End of the Hour: A Therapist’s Memoir by Meghan Riordan Jarvis
What happens when a trauma therapist is traumatized by loss?
Esteemed trauma therapist Meghan Riordan Jarvis knew how to help her patients process grief. For nearly twenty years, Meghan expected that this clinical training would inoculate her against the effects of personal trauma. But when her father died after a year-long battle with cancer, followed by her mother's unexpected passing while on their family vacation, she came undone.
Thrown into a maelstrom of grief, with long-buried childhood tragedy rising to the surface, Meghan knew what she had to do―check herself into the same trauma facility to which she often sent her clients. In treatment, trading the therapist's chair for the patient's couch, Meghan took her first steps toward healing.
A brave story of confronting life's hardest moments with emotional honesty, End of the Hour is for anyone who has experienced the unpredictable, lasting power of grief―and wondered how they'd ever get through it.
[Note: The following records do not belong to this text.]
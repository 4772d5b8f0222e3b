/**
 * The key and mode of a passage from its notes and its key signature: the signature's major key
 * or its relative minor (tonal's `Key.majorKey(...).minorRelative`) — or a key one fifth away when
 * the passage clearly centres there (a bar in the dominant) — chosen by how well the
 * passage's pitch classes (weighted by length, the bass of its first and last sonority counted
 * extra) fit each key's tonal-hierarchy profile; the raised leading tone of the minor counts as
 * minor evidence. Scale drills then use the passage's key, in the minor form the teacher chooses.
 */
import { Key, Note, Scale } from "tonal";
import type { KeySignature, Passage } from "../score/types";
import { keyTonic } from "./spell";

export const MINOR_FORMS = ["natural", "harmonic", "melodic"] as const;
export type MinorForm = (typeof MINOR_FORMS)[number];

/** A passage's key: tonic name as tonal spells it, mode, and the signature it sits on. */
export interface PassageKey {
  readonly tonic: string;
  readonly mode: "major" | "minor";
  readonly fifths: number;
}

/**
 * Krumhansl–Kessler probe-tone profiles (Krumhansl & Kessler 1982; values from memory), from the
 * tonic upwards by semitone.
 */
const MAJOR_PROFILE = [6.35, 2.23, 3.48, 2.33, 4.38, 4.09, 2.52, 5.19, 2.39, 3.66, 2.29, 2.88];
const MINOR_PROFILE = [6.33, 2.68, 3.52, 5.38, 2.6, 3.53, 2.54, 4.75, 3.98, 2.69, 3.34, 3.17];

/**
 * How much better the minor must fit before the signature's major key is set aside: the major
 * reading is the default, so only a passage that clearly centres on the minor tonic switches.
 */
const MARGIN = 0.05;
/** How much better a key one fifth away from the signature must fit than the signature's own keys. */
const NEIGHBOUR_MARGIN = 0.1;

function correlation(hist: readonly number[], profile: readonly number[], tonicChroma: number): number {
  const rotated = hist.map((_, i) => hist[(i + tonicChroma) % 12]);
  const mean = (xs: readonly number[]) => xs.reduce((a, b) => a + b, 0) / xs.length;
  const mx = mean(rotated);
  const my = mean(profile);
  let num = 0;
  let dx = 0;
  let dy = 0;
  for (let i = 0; i < 12; i++) {
    num += (rotated[i] - mx) * (profile[i] - my);
    dx += (rotated[i] - mx) ** 2;
    dy += (profile[i] - my) ** 2;
  }
  return dx === 0 || dy === 0 ? 0 : num / Math.sqrt(dx * dy);
}

/**
 * The key of a passage: its signature's major key or relative minor, whichever its notes fit
 * better, or a neighbouring key (one fifth away) that fits clearly better still; a signature
 * marked minor, or a passage of fewer than three pitch classes, keeps the signature's key.
 *
 * @example
 * passageKey(aMinorPassage); // { tonic: "A", mode: "minor", fifths: 0 }
 * passageKey(cMajorPassage); // { tonic: "C", mode: "major", fifths: 0 }
 */
export function passageKey(passage: Pick<Passage, "key" | "sonorities">): PassageKey {
  let found = KEYS.get(passage);
  if (!found) KEYS.set(passage, (found = findKey(passage)));
  return found;
}

/** Keys found per passage object (passages are immutable; several families ask for the same one). */
const KEYS = new WeakMap<object, PassageKey>();

function findKey(passage: Pick<Passage, "key" | "sonorities">): PassageKey {
  const sig = passage.key;
  const major = Note.transposeFifths("C", sig.fifths);
  const minor = Key.majorKey(major).minorRelative;
  const marked: PassageKey = sig.mode === "minor" ? { tonic: keyTonic(sig), mode: "minor", fifths: sig.fifths } : { tonic: major, mode: "major", fifths: sig.fifths };
  const hist = new Array<number>(12).fill(0);
  const sons = [...passage.sonorities.right, ...passage.sonorities.left].sort((a, b) => a.onset.compare(b.onset));
  for (const s of sons) for (const n of s.notes) if (n.pitch) hist[((n.pitch.midi % 12) + 12) % 12] += s.duration.valueOf();
  // Too few pitch classes to tell (a note or two): the signature's own mode.
  if (sig.mode === "minor" || hist.filter((w) => w > 0).length < 3) return marked;
  const total = hist.reduce((a, b) => a + b, 0) || 1;
  // The bass of the first and last sonority weighs like a quarter of all the notes (common practice:
  // a passage opens and closes on its tonic harmony more often than not).
  for (const s of [sons[0], sons[sons.length - 1]]) {
    const low = s.notes[0]?.pitch;
    if (low) hist[((low.midi % 12) + 12) % 12] += total / 8;
  }
  // The signature's major and relative minor, then the keys one fifth either side (a passage
  // that centres on the dominant or subdominant), which must fit clearly better to be chosen.
  let best: { key: PassageKey; fit: number } | undefined;
  const own = new Set(Scale.get(`${major} major`).notes.map((n) => Note.chroma(n)!));
  // A neighbouring key needs a note of its own the signature lacks (G♯ for A minor under one sharp).
  const evidence = (notes: readonly string[]) => notes.some((n) => !own.has(Note.chroma(n)!) && hist[Note.chroma(n)!] > 0);
  for (const df of [0, 1, -1]) {
    const fifths = sig.fifths + df;
    if (Math.abs(fifths) > 7) continue;
    const maj = Note.transposeFifths("C", fifths);
    const min = Key.majorKey(maj).minorRelative;
    const penalty = df === 0 ? 0 : NEIGHBOUR_MARGIN;
    const majorFit = correlation(hist, MAJOR_PROFILE, Note.chroma(maj)!) - penalty;
    // The raised leading tone (G♯ in A minor) belongs to the minor key, not to its relative major.
    const leading = Note.chroma(Key.minorKey(min).harmonic.scale[6])!;
    const minorFit = correlation(hist, MINOR_PROFILE, Note.chroma(min)!) + (hist[leading] > 0 ? 0.1 : 0) - MARGIN - penalty;
    const candidates = [
      { key: { tonic: maj, mode: "major" as const, fifths }, fit: majorFit, notes: Scale.get(`${maj} major`).notes },
      { key: { tonic: min, mode: "minor" as const, fifths }, fit: minorFit, notes: Key.minorKey(min).harmonic.scale },
    ];
    for (const c of candidates) {
      if (df !== 0 && !evidence(c.notes)) continue;
      if (!best || c.fit > best.fit) best = { key: c.key, fit: c.fit };
    }
  }
  return best?.key ?? marked;
}

/**
 * The tonal scale name of a passage key in the chosen minor form ("A harmonic minor", "C major").
 *
 * @example
 * scaleNameOf({ tonic: "A", mode: "minor", fifths: 0 }, "harmonic"); // "A harmonic minor"
 * scaleNameOf({ tonic: "A", mode: "minor", fifths: 0 }, "natural"); // "A minor"
 */
export function scaleNameOf(k: PassageKey, form: MinorForm = "harmonic"): string {
  if (k.mode === "major") return `${k.tonic} major`;
  return form === "natural" ? `${k.tonic} minor` : `${k.tonic} ${form} minor`;
}

/**
 * The pitch classes of a passage key's scale, from tonal: `Scale.get(name).notes` for major,
 * `Key.minorKey(tonic)[form].scale` for minor.
 *
 * @example
 * keyScaleNotes({ tonic: "A", mode: "minor", fifths: 0 }, "harmonic"); // ["A", "B", "C", "D", "E", "F", "G#"]
 */
export function keyScaleNotes(k: PassageKey, form: MinorForm = "harmonic"): string[] {
  if (k.mode === "major") return Scale.get(`${k.tonic} major`).notes;
  return [...Key.minorKey(k.tonic)[form].scale];
}

/**
 * The signature-shaped key of a passage key (for helpers that take a `KeySignature`).
 *
 * @example
 * asSignature({ tonic: "A", mode: "minor", fifths: 0 }); // { fifths: 0, mode: "minor" }
 */
export function asSignature(k: PassageKey): KeySignature {
  return { fifths: k.fifths, mode: k.mode };
}

/**
 * How a teacher names the key and scale form ("A harmonic minor", "E♭ major").
 *
 * @example
 * keyLabel({ tonic: "Eb", mode: "major", fifths: -3 }); // "E♭ major"
 */
export function keyLabel(k: PassageKey, form: MinorForm = "harmonic"): string {
  return scaleNameOf(k, form).replace(/^([A-G])(#+|b+)?/, (_m, l: string, acc?: string) => l + (acc ?? "").replace(/#/g, "♯").replace(/b/g, "♭"));
}

/**
 * The minor form to write for a passage: the chosen one, unless its scale needs a double sharp or
 * flat the passage never writes (C𝄪 of D♯ harmonic minor), when the natural minor is used instead
 * (DRILL-RUBRIC "Spelled as a musician spells": no double accidentals the passage does not have).
 *
 * @example
 * writableForm({ tonic: "D#", mode: "minor", fifths: 6 }, "harmonic", passage); // "natural" when the passage has no C𝄪
 */
export function writableForm(k: PassageKey, form: MinorForm, passage: Pick<Passage, "events">): MinorForm {
  if (k.mode === "major" || form === "natural") return form;
  const doubles = (names: readonly string[]) => names.some((n) => /##|bb|x/.test(n));
  if (!doubles(keyScaleNotes(k, form))) return form;
  return passage.events.some((e) => e.pitch && Math.abs(e.pitch.alter) >= 2) ? form : "natural";
}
My Therapist Says This Grief Journal Is a Good Idea by Andrew Katz
When his father’s suicide turns his life upside down, KJ fills his therapist-recommended grief journal with plenty of sarcasm, excerpts from sweary, punny high-school short stories, and fourth-wall-breaking asides. Through all the bravado and swagger, a portrait emerges of a young man confronting a dark past with genuine compassion and keen insight. He’s determined to reconcile with its legacy–and to survive.
The Goodbye Process
What happens when you are forced to let go of the things you love the most? What are you left with?
In her stunning debut short story collection, The Goodbye Process, Mary Jones uses her distinctive voice to examine the painful and sometimes surreal ways we say goodbye.
Whiskey and Ribbons
Set in contemporary Louisville, Leesa Cross-Smith’s mesmerizing first novel surrounding the death of a police officer is a requiem for marriage, friendship and family, from an author Roxane Gay has called “a consummate storyteller.”
Evi—a classically-trained ballerina—was nine months pregnant when her husband Eamon was killed in the line of duty on a steamy morning in July. Now, it is winter, and Eamon's adopted brother Dalton has moved in to help her raise six-month-old Noah.
What Looks Like Bravery
By her mid-thirties Laurel is a ship about to splinter on the rocks, having learned the hard way that no achievement can protect her from pain or remove the guilt and regret her dad’s death leaves her with. So, she determines to explore her troubled internal wilderness by way of some big exterior ones—Northern New Mexico, Western Alaska, her Tinder App. Joy in the wake of loss, she learns, isn’t possible despite the hardest things that happen to us, but because of the meaning we forge from them.
This Time Tomorrow
What if you could take a vacation to your past? On the eve of her fortieth birthday, Alice’s life isn’t terrible. But her father is ailing, and it feels to her as if something is missing. Now armed with a new perspective on her own life and his, some past events take on new meaning. Is there anything that she would change if she could?